▶ **About this exercise**: An exact copy of every record is needed.

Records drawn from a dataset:
════
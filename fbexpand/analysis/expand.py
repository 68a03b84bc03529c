"""A profile in, its series out."""

from __future__ import annotations

from collections.abc import Callable, Sequence
from typing import TYPE_CHECKING, Any

import numpy as np

from fbexpand import checks
from fbexpand.analysis.quadrature import coefficients_of
from fbexpand.analysis.tolerance import series_to_tolerance
from fbexpand.exceptions import ArgumentTypeError, ArgumentValueError
from fbexpand.expansion import Expansion
from fbexpand.expansion.arguments import as_basis
from fbexpand.lifting.remainder import remainder
from fbexpand.lifting.rim_terms import closed_part_of, condition_of
from fbexpand.profiles.division import MOST_EVALUATIONS
from fbexpand.profiles.first_look import FEWEST, FIRST, SCAN
from fbexpand.profiles.panels import Panels
from fbexpand.profiles.resolve import resolve
from fbexpand.profiles.table import RadialTable, place
from fbexpand.types import ArrayLike, FloatArray

if TYPE_CHECKING:
    from fbexpand.bases import Basis

MOST_LIFTED = 8  # more derivatives at the rim than that are rounding
BYTES_PER_COEFFICIENT = 48  # of a profile: the coefficient and what is made of it; roots and norms besides


def expand(
    profile: Callable[[FloatArray], Any] | RadialTable,
    basis: Basis,
    *,
    terms: int | None = None,
    tol: float | None = None,
    atol: float = 0.0,
    breaks: ArrayLike = (),
    lift_terms: int = 0,
    max_terms: int = 10_000,
    max_evaluations: int | None = None,
    scan: int = SCAN,
) -> Expansion:
    """Expand a radial profile in a basis: f(r) = sum_k c_k phi_k(r).

    c_k = (1/N_k) integral_0^R f(r) phi_k(r) r dr, N_k = integral_0^R phi_k^2 r dr. The profile is sampled as
    densely as it needs, whatever the number of terms, and resolved into panels of Chebyshev polynomials;
    these are integrated against the modes by Gauss rules that are exact to rounding.

    Parameters
    ----------
    profile
        A vectorised function of radii, `(m,)` -> `(*batch, m)`, real or complex, where `(*batch, 1)` or `()`
        broadcasts; or a `RadialTable`. A function is never called at the axis, the rim or a break.
    basis
        A basis, `FourierBessel` or `Dini` or any other that satisfies the `Basis` protocol.
    terms
        The number of terms.
    tol
        Instead of `terms`: the L2 truncation error, sqrt(integral |f - S|^2 r dr), relative to the norm of f.
        It is measured on the panels, for every profile of a batch; all get the terms that the worst of them
        needs. A profile that is 0 takes one term.
    atol
        With `tol`: an L2 error, in units of f times length, that will do whatever the norm of f.
    breaks
        Radii inside (0, R) at which the profile, or a derivative of it, jumps; one that is smooth in between
        is resolved to rounding.
    lift_terms
        How many terms of the profile's expansion at the rim are subtracted in closed form before the coefficients
        are taken, as a sum of powers r^(order + 2 j), `.closed_part`. The coefficients left fall two powers of k
        faster for each, as far as axis and breaks allow, and the sum converges at the rim itself.
    max_terms
        With `tol`: the largest number of terms tried.

    max_evaluations
        The largest number of radii the profile is called for, for an expensive one; 65536 by default. What is not
        resolved with them is stated by the error estimate.
    scan
        How many points the first scan over the radius has: 736 by default, no two of them further apart than 1.6e-3 R,
        so that no peak as wide as that is missed. Narrower ones need a denser scan, or `breaks`.

    Returns
    -------
    Expansion with coefficients of shape `(*batch, terms)`; `.evaluations` counts the radii the profile was
    called for (a table's radii).

    Raises
    ------
    TypeError
        If an argument is of the wrong type, or not exactly one of `terms` and `tol` is given.
    ValueError
        If an argument has a wrong value, a table stops short of axis or rim, or the profile returns a wrong
        shape, numbers that are not finite, or no numbers. What the profile itself raises passes through.

    Warns
    -----
    TruncationWarning
        If `tol` is not reached with `max_terms` terms, or cannot be reached because of rounding. The best
        series is returned.

    Examples
    --------
    >>> import numpy as np
    >>> from fbexpand import FourierBessel, expand
    >>> series = expand(lambda r: 1 - r**2, FourierBessel(), terms=3)
    >>> print(series.coefficients.round(6))
    [ 1.108022 -0.139778  0.045476]
    >>> expand(lambda r: np.exp(-9 * r**2), FourierBessel(), tol=1e-3).terms
    5
    """
    as_basis(basis)
    if (terms is None) == (tol is None):
        given = "both" if terms is not None else "neither"
        raise ArgumentTypeError(f"exactly one of 'terms' and 'tol' must be given (got {given})", "terms", terms)
    if terms is not None:
        terms = checks.integer("terms", terms, 1)
        checks.storable("terms", terms, 2 * BYTES_PER_COEFFICIENT * terms)
    limit = checks.non_negative("atol", atol)
    share = _tolerance(tol, limit)
    most = checks.integer("max_terms", max_terms, 1)
    checks.storable("max_terms", most, 2 * BYTES_PER_COEFFICIENT * most)
    lifted = checks.integer("lift_terms", lift_terms, 0, MOST_LIFTED)
    if lifted:
        condition_of(basis)
    panels, table = _panels(profile, basis, breaks, max_evaluations, scan)
    # a tolerance is relative to the profile, not to what is left of it
    limits = np.maximum(share * panels.norm().reshape(-1), limit) if terms is None else np.zeros(0)
    part = None
    if lifted:
        part = closed_part_of(basis, panels, lifted)
        panels = remainder(panels, part)
    size = int(np.prod(panels.batch_shape))
    if terms is None:
        return series_to_tolerance(panels, basis, limits, most, table, part)
    checks.storable("terms", terms, BYTES_PER_COEFFICIENT * terms * (size + 1))
    coefficients = coefficients_of(panels, basis, terms)
    return Expansion._make(
        basis, coefficients, panels=panels, evaluations=panels.evaluations, table=table, closed_part=part
    )


def _tolerance(tol: Any, atol: float) -> float:
    if tol is None:
        if atol:
            raise checks.value_error("atol", "left out where 'terms' is given", atol)
        return 0.0
    share = checks.non_negative("tol", tol)
    if share == 0.0 and atol == 0.0:
        raise checks.value_error("tol", "positive where 'atol' is 0", tol)
    return share


def _panels(
    profile: Any, basis: Basis, breaks: Any, max_evaluations: Any, scan: Any
) -> tuple[Panels, FloatArray | None]:
    """Return the profile resolved on the basis' radius, and the L2 error of a table's resolution."""
    radius = float(basis.radius)
    cuts = _as_breaks(breaks, radius)
    density = checks.integer("scan", scan, FEWEST, MOST_EVALUATIONS)
    most = max(MOST_EVALUATIONS, 2 * density)
    if max_evaluations is not None:
        most = checks.integer("max_evaluations", max_evaluations, (FIRST + FEWEST) * (len(cuts) + 1))
    if isinstance(profile, RadialTable):
        if cuts:
            raise checks.value_error("breaks", "left out where the profile is a table", breaks)
        return place(profile, float(basis.order), radius)
    if not callable(profile):
        raise checks.type_error("profile", "a function of radii or a RadialTable", profile)
    return resolve(profile, cuts, radius, scan=density, most=most), None


def _as_breaks(breaks: Any, radius: float) -> tuple[float, ...]:
    """Return the breaks ascending; ValueError unless all are distinct and inside (0, radius)."""
    if isinstance(breaks, tuple) and not breaks:
        return ()
    if breaks is None:
        raise checks.type_error("breaks", "radii", breaks)
    if isinstance(breaks, Sequence) and not isinstance(breaks, str) and not len(breaks):
        return ()
    array = np.atleast_1d(checks.real_array("breaks", breaks))
    if array.ndim != 1:
        raise checks.value_error("breaks", "one-dimensional", breaks)
    outside = ~((array > 0.0) & (array < radius))  # NaN is outside
    if outside.any():
        bad = float(array[outside][0])
        raise ArgumentValueError(f"'breaks' must lie inside (0, radius = {radius!r}) (got {bad!r})", "breaks", breaks)
    array = np.sort(array)
    again = np.flatnonzero(np.diff(array) == 0.0)
    if again.size:
        bad = float(array[again[0]])
        raise ArgumentValueError(f"'breaks' must be distinct (got {bad!r} twice)", "breaks", breaks)
    return tuple(array.tolist())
════
▶ **Response**:
filename fbexpand/analysis/expand.py
repository 68a03b84bc03529c
"""A profile in, its series out."""

from __future__ import annotations

from collections.abc import Callable, Sequence
from typing import TYPE_CHECKING, Any

import numpy as np

from fbexpand import checks
from fbexpand.analysis.quadrature import coefficients_of
from fbexpand.analysis.tolerance import series_to_tolerance
from fbexpand.exceptions import ArgumentTypeError, ArgumentValueError
from fbexpand.expansion import Expansion
from fbexpand.expansion.arguments import as_basis
from fbexpand.lifting.remainder import remainder
from fbexpand.lifting.rim_terms import closed_part_of, condition_of
from fbexpand.profiles.division import MOST_EVALUATIONS
from fbexpand.profiles.first_look import FEWEST, FIRST, SCAN
from fbexpand.profiles.panels import Panels
from fbexpand.profiles.resolve import resolve
from fbexpand.profiles.table import RadialTable, place
from fbexpand.types import ArrayLike, FloatArray

if TYPE_CHECKING:
    from fbexpand.bases import Basis

MOST_LIFTED = 8  # more derivatives at the rim than that are rounding
BYTES_PER_COEFFICIENT = 48  # of a profile: the coefficient and what is made of it; roots and norms besides


def expand(
    profile: Callable[[FloatArray], Any] | RadialTable,
    basis: Basis,
    *,
    terms: int | None = None,
    tol: float | None = None,
    atol: float = 0.0,
    breaks: ArrayLike = (),
    lift_terms: int = 0,
    max_terms: int = 10_000,
    max_evaluations: int | None = None,
    scan: int = SCAN,
) -> Expansion:
    """Expand a radial profile in a basis: f(r) = sum_k c_k phi_k(r).

    c_k = (1/N_k) integral_0^R f(r) phi_k(r) r dr, N_k = integral_0^R phi_k^2 r dr. The profile is sampled as
    densely as it needs, whatever the number of terms, and resolved into panels of Chebyshev polynomials;
    these are integrated against the modes by Gauss rules that are exact to rounding.

    Parameters
    ----------
    profile
        A vectorised function of radii, `(m,)` -> `(*batch, m)`, real or complex, where `(*batch, 1)` or `()`
        broadcasts; or a `RadialTable`. A function is never called at the axis, the rim or a break.
    basis
        A basis, `FourierBessel` or `Dini` or any other that satisfies the `Basis` protocol.
    terms
        The number of terms.
    tol
        Instead of `terms`: the L2 truncation error, sqrt(integral |f - S|^2 r dr), relative to the norm of f.
        It is measured on the panels, for every profile of a batch; all get the terms that the worst of them
        needs. A profile that is 0 takes one term.
    atol
        With `tol`: an L2 error, in units of f times length, that will do whatever the norm of f.
    breaks
        Radii inside (0, R) at which the profile, or a derivative of it, jumps; one that is smooth in between
        is resolved to rounding.
    lift_terms
        How many terms of the profile's expansion at the rim are subtracted in closed form before the coefficients
        are taken, as a sum of powers r^(order + 2 j), `.closed_part`. The coefficients left fall two powers of k
        faster for each, as far as axis and breaks allow, and the sum converges at the rim itself.
    max_terms
        With `tol`: the largest number of terms tried.

    max_evaluations
        The largest number of radii the profile is called for, for an expensive one; 65536 by default. What is not
        resolved with them is stated by the error estimate.
    scan
        How many points the first scan over the radius has: 736 by default, no two of them further apart than 1.6e-3 R,
        so that no peak as wide as that is missed. Narrower ones need a denser scan, or `breaks`.

    Returns
    -------
    Expansion with coefficients of shape `(*batch, terms)`; `.evaluations` counts the radii the profile was
    called for (a table's radii).

    Raises
    ------
    TypeError
        If an argument is of the wrong type, or not exactly one of `terms` and `tol` is given.
    ValueError
        If an argument has a wrong value, a table stops short of axis or rim, or the profile returns a wrong
        shape, numbers that are not finite, or no numbers. What the profile itself raises passes through.

    Warns
    -----
    TruncationWarning
        If `tol` is not reached with `max_terms` terms, or cannot be reached because of rounding. The best
        series is returned.

    Examples
    --------
    >>> import numpy as np
    >>> from fbexpand import FourierBessel, expand
    >>> series = expand(lambda r: 1 - r**2, FourierBessel(), terms=3)
    >>> print(series.coefficients.round(6))
    [ 1.108022 -0.139778  0.045476]
    >>> expand(lambda r: np.exp(-9 * r**2), FourierBessel(), tol=1e-3).terms
    5
    """
    as_basis(basis)
    if (terms is None) == (tol is None):
        given = "both" if terms is not None else "neither"
        raise ArgumentTypeError(f"exactly one of 'terms' and 'tol' must be given (got {given})", "terms", terms)
    if terms is not None:
        terms = checks.integer("terms", terms, 1)
        checks.storable("terms", terms, 2 * BYTES_PER_COEFFICIENT * terms)
    limit = checks.non_negative("atol", atol)
    share = _tolerance(tol, limit)
    most = checks.integer("max_terms", max_terms, 1)
    checks.storable("max_terms", most, 2 * BYTES_PER_COEFFICIENT * most)
    lifted = checks.integer("lift_terms", lift_terms, 0, MOST_LIFTED)
    if lifted:
        condition_of(basis)
    panels, table = _panels(profile, basis, breaks, max_evaluations, scan)
    # a tolerance is relative to the profile, not to what is left of it
    limits = np.maximum(share * panels.norm().reshape(-1), limit) if terms is None else np.zeros(0)
    part = None
    if lifted:
        part = closed_part_of(basis, panels, lifted)
        panels = remainder(panels, part)
    size = int(np.prod(panels.batch_shape))
    if terms is None:
        return series_to_tolerance(panels, basis, limits, most, table, part)
    checks.storable("terms", terms, BYTES_PER_COEFFICIENT * terms * (size + 1))
    coefficients = coefficients_of(panels, basis, terms)
    return Expansion._make(
        basis, coefficients, panels=panels, evaluations=panels.evaluations, table=table, closed_part=part
    )


def _tolerance(tol: Any, atol: float) -> float:
    if tol is None:
        if atol:
            raise checks.value_error("atol", "left out where 'terms' is given", atol)
        return 0.0
    share = checks.non_negative("tol", tol)
    if share == 0.0 and atol == 0.0:
        raise checks.value_error("tol", "positive where 'atol' is 0", tol)
    return share


def _panels(
    profile: Any, basis: Basis, breaks: Any, max_evaluations: Any, scan: Any
) -> tuple[Panels, FloatArray | None]:
    """Return the profile resolved on the basis' radius, and the L2 error of a table's resolution."""
    radius = float(basis.radius)
    cuts = _as_breaks(breaks, radius)
    density = checks.integer("scan", scan, FEWEST, MOST_EVALUATIONS)
    most = max(MOST_EVALUATIONS, 2 * density)
    if max_evaluations is not None:
        most = checks.integer("max_evaluations", max_evaluations, (FIRST + FEWEST) * (len(cuts) + 1))
    if isinstance(profile, RadialTable):
        if cuts:
            raise checks.value_error("breaks", "left out where the profile is a table", breaks)
        return place(profile, float(basis.order), radius)
    if not callable(profile):
        raise checks.type_error("profile", "a function of radii or a RadialTable", profile)
    return resolve(profile, cuts, radius, scan=density, most=most), None


def _as_breaks(breaks: Any, radius: float) -> tuple[float, ...]:
    """Return the breaks ascending; ValueError unless all are distinct and inside (0, radius)."""
    if isinstance(breaks, tuple) and not breaks:
        return ()
    if breaks is None:
        raise checks.type_error("breaks", "radii", breaks)
    if isinstance(breaks, Sequence) and not isinstance(breaks, str) and not len(breaks):
        return ()
    array = np.atleast_1d(checks.real_array("breaks", breaks))
    if array.ndim != 1:
        raise checks.value_error("breaks", "one-dimensional", breaks)
    outside = ~((array > 0.0) & (array < radius))  # NaN is outside
    if outside.any():
        bad = float(array[outside][0])
        raise ArgumentValueError(f"'breaks' must lie inside (0, radius = {radius!r}) (got {bad!r})", "breaks", breaks)
    array = np.sort(array)
    again = np.flatnonzero(np.diff(array) == 0.0)
    if again.size:
        bad = float(array[again[0]])
        raise ArgumentValueError(f"'breaks' must be distinct (got {bad!r} twice)", "breaks", breaks)
    return tuple(array.tolist())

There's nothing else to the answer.